Task directions: Give back each line of the listing below that contains the string "share".

* * *

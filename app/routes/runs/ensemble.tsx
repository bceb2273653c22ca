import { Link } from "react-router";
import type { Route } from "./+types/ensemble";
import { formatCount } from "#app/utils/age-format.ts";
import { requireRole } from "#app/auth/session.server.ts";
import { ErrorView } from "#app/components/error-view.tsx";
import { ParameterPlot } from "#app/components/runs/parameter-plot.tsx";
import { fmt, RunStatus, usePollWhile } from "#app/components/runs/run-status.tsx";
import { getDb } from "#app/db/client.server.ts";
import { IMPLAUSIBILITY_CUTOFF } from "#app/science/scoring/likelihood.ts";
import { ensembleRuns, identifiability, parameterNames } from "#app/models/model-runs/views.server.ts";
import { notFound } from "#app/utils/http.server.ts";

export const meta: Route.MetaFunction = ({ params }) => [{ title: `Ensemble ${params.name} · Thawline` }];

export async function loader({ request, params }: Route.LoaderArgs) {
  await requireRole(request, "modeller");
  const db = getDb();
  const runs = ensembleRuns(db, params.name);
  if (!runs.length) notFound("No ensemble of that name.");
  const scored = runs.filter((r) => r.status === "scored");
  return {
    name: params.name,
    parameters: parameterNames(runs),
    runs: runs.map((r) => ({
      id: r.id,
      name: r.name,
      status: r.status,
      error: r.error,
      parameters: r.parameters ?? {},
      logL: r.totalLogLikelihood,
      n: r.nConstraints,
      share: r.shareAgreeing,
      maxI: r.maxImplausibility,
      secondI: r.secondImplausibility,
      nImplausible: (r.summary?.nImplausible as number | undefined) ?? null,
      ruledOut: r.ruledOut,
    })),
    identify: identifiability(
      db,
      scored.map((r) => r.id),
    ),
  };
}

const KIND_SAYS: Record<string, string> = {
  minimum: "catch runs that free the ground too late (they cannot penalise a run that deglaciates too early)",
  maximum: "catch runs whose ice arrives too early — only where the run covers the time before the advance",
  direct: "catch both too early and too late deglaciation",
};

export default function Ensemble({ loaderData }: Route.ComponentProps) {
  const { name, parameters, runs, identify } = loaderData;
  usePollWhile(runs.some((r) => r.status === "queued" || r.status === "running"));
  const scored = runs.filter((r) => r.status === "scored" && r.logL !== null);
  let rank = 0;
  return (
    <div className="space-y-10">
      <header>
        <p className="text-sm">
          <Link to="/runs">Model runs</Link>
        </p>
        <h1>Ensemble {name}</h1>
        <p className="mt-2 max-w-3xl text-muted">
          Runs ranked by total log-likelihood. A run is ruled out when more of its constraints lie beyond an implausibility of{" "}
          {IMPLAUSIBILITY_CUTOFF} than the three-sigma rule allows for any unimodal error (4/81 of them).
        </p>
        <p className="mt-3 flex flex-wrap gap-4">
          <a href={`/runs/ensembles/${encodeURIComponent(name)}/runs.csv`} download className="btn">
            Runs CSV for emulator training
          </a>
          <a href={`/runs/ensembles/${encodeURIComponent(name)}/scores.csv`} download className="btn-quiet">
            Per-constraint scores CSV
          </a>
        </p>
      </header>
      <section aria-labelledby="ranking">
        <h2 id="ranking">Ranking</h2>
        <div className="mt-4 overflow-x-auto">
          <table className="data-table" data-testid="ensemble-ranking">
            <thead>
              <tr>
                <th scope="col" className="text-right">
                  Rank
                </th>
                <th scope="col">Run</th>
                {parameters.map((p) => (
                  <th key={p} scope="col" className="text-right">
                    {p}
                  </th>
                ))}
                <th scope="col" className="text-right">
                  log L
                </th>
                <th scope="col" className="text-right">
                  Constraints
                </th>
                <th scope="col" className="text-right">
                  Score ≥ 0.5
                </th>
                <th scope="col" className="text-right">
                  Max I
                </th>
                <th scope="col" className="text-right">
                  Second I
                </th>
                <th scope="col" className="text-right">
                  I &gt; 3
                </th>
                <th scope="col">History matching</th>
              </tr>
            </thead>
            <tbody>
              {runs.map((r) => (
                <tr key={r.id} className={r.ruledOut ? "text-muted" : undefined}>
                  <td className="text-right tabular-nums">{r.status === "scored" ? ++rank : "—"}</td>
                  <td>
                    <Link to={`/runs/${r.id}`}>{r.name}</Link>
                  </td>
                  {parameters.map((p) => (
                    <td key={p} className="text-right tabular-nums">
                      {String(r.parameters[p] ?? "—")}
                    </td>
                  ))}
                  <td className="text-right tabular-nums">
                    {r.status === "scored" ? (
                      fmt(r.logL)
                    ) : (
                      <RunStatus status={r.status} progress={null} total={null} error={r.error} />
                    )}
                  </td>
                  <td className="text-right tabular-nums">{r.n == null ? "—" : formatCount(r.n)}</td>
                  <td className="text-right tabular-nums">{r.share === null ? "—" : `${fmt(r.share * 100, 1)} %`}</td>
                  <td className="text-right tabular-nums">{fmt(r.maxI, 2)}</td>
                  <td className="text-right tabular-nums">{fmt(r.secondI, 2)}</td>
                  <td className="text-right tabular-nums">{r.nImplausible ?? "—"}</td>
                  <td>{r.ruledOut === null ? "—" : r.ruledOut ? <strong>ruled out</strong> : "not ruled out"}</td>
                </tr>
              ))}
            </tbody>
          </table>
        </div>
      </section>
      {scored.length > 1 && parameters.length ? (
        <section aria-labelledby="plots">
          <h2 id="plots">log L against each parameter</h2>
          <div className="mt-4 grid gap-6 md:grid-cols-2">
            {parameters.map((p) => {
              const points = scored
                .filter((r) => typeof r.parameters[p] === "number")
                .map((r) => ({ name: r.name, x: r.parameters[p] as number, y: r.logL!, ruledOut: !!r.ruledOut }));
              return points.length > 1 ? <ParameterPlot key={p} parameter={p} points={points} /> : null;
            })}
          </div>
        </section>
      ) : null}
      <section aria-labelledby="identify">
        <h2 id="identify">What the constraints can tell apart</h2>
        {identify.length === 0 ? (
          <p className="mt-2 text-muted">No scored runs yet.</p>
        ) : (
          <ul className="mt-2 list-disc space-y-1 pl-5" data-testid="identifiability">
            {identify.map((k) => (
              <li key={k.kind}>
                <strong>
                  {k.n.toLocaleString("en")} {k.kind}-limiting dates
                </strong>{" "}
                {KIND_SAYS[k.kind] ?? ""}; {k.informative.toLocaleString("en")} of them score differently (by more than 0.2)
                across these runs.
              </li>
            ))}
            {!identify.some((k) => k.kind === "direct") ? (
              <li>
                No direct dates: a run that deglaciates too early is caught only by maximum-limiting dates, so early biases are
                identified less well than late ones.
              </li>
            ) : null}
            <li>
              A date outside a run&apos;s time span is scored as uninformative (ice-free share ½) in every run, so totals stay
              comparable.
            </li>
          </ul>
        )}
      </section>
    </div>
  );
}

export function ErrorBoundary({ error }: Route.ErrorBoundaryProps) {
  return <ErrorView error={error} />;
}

* * *

Task output:
      share: r.shareAgreeing,
                  <td className="text-right tabular-nums">{r.share === null ? "—" : `${fmt(r.share * 100, 1)} %`}</td>
              A date outside a run&apos;s time span is scored as uninformative (ice-free share ½) in every run, so totals stay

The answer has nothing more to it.